AIM OF THE TASK:
All that should come back is the lines of the data below from the one containing "repository c9830d4fb0e89363" to the one containing "yet: at risk.", inclusive, exactly as they stand.

*** RECORDS SUPPLIED ***

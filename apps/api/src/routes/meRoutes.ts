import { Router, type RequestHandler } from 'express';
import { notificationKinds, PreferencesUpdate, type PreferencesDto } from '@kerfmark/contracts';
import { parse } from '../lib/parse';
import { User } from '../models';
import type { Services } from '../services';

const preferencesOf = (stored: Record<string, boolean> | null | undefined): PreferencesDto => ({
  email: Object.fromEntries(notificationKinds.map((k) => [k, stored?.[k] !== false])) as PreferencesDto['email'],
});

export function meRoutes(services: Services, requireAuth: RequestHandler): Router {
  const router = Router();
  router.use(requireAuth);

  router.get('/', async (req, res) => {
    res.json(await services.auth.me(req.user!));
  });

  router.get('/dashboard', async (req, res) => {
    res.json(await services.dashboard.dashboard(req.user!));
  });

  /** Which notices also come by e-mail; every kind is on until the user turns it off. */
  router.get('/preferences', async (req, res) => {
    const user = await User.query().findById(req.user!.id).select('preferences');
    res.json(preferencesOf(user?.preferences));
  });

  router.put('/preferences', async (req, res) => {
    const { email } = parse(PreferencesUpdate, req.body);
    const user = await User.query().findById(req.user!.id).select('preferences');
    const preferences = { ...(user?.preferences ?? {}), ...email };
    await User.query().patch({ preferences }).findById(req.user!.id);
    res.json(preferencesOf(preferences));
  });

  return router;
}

*** End of RECORDS SUPPLIED ***
*** RECORDS SUPPLIED ***

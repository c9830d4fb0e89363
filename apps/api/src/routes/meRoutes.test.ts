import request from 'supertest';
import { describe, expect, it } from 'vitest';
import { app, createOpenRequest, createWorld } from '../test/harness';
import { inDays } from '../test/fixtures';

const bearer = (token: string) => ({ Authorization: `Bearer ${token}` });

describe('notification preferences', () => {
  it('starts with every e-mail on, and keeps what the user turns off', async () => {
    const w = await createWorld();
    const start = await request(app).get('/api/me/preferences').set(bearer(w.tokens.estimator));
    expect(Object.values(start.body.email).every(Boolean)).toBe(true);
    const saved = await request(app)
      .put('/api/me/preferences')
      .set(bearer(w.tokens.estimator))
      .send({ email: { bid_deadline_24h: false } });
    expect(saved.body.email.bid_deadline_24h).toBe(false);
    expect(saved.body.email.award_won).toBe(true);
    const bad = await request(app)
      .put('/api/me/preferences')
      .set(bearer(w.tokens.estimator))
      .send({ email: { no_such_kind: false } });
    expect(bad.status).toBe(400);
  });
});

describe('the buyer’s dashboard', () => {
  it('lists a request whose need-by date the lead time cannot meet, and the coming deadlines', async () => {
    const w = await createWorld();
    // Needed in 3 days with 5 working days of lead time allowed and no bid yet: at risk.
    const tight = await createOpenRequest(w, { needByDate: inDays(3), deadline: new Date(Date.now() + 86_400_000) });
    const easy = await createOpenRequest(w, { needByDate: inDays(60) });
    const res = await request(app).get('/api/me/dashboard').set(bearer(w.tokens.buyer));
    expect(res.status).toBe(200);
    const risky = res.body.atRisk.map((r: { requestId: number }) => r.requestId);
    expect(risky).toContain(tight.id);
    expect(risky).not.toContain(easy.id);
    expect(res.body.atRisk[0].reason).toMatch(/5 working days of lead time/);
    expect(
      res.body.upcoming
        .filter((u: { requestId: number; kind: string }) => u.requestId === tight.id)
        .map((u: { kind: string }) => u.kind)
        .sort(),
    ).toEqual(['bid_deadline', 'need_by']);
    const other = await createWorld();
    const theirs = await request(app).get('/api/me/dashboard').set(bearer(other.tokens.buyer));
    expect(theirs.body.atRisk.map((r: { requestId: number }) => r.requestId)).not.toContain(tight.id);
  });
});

*** End of RECORDS SUPPLIED ***
*** RECORDS SUPPLIED ***

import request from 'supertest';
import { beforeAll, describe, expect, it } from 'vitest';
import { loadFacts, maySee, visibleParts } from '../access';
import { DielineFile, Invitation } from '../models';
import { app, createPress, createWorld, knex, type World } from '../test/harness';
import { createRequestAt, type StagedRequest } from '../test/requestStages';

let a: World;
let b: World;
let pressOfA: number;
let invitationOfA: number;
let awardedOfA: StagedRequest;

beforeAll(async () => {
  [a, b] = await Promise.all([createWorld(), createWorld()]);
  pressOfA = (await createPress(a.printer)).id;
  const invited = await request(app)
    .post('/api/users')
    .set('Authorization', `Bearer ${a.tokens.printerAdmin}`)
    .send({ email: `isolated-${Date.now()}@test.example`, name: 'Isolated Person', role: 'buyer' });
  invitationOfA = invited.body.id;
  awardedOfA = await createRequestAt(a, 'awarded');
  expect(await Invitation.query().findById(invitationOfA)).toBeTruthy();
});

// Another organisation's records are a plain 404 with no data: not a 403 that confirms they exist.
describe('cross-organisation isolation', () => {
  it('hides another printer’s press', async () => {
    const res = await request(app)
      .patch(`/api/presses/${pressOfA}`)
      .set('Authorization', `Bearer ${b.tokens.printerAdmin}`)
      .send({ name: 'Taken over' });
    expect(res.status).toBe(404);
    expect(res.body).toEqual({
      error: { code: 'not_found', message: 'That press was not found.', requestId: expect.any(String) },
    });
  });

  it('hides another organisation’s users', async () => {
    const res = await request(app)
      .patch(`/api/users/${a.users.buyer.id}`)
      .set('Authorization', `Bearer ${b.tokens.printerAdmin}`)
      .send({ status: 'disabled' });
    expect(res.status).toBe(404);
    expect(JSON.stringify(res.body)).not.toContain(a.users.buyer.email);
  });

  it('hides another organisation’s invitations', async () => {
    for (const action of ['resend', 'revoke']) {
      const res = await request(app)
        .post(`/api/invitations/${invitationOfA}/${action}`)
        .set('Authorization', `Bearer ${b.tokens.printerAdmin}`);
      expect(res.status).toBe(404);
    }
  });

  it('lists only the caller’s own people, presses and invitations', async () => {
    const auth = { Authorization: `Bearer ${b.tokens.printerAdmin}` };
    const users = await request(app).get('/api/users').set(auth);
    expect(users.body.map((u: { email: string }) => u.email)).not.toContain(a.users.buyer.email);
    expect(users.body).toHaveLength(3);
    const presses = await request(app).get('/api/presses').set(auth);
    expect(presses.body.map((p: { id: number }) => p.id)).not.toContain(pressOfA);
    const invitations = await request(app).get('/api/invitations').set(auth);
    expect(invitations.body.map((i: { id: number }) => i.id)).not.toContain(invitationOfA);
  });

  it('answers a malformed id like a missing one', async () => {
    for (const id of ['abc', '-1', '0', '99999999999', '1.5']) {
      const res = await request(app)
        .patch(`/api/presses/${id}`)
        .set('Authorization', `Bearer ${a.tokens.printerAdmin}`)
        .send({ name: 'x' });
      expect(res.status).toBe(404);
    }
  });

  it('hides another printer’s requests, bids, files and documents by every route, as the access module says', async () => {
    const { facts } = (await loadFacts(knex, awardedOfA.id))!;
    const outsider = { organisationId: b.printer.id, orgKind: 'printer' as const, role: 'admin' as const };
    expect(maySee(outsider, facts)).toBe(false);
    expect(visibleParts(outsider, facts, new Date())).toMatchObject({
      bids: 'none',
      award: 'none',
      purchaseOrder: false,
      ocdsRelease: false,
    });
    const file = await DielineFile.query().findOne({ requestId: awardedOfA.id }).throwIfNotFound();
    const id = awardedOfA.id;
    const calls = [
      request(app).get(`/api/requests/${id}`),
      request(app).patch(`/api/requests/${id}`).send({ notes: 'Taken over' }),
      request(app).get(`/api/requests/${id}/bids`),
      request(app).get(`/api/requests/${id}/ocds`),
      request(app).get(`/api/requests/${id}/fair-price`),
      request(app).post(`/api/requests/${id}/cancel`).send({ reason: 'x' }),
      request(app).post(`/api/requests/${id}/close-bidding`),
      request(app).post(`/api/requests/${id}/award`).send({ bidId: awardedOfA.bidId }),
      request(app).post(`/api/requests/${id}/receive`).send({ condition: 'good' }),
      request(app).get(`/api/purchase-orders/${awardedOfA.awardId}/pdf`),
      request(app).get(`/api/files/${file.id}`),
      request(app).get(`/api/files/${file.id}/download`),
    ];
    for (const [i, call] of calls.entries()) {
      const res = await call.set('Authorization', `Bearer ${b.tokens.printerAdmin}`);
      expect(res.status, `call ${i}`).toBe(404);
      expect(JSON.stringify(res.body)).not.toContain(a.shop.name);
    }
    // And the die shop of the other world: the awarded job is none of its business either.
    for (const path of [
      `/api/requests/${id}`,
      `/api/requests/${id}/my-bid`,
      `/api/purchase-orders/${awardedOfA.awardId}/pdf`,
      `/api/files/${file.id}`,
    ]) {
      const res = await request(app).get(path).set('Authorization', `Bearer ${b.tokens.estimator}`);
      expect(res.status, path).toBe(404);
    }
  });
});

*** End of RECORDS SUPPLIED ***

FINAL ANSWER:
repository c9830d4fb0e89363
filename apps/api/src/routes/meRoutes.test.ts
import request from 'supertest';
import { describe, expect, it } from 'vitest';
import { app, createOpenRequest, createWorld } from '../test/harness';
import { inDays } from '../test/fixtures';

const bearer = (token: string) => ({ Authorization: `Bearer ${token}` });

describe('notification preferences', () => {
  it('starts with every e-mail on, and keeps what the user turns off', async () => {
    const w = await createWorld();
    const start = await request(app).get('/api/me/preferences').set(bearer(w.tokens.estimator));
    expect(Object.values(start.body.email).every(Boolean)).toBe(true);
    const saved = await request(app)
      .put('/api/me/preferences')
      .set(bearer(w.tokens.estimator))
      .send({ email: { bid_deadline_24h: false } });
    expect(saved.body.email.bid_deadline_24h).toBe(false);
    expect(saved.body.email.award_won).toBe(true);
    const bad = await request(app)
      .put('/api/me/preferences')
      .set(bearer(w.tokens.estimator))
      .send({ email: { no_such_kind: false } });
    expect(bad.status).toBe(400);
  });
});

describe('the buyer’s dashboard', () => {
  it('lists a request whose need-by date the lead time cannot meet, and the coming deadlines', async () => {
    const w = await createWorld();
    // Needed in 3 days with 5 working days of lead time allowed and no bid yet: at risk.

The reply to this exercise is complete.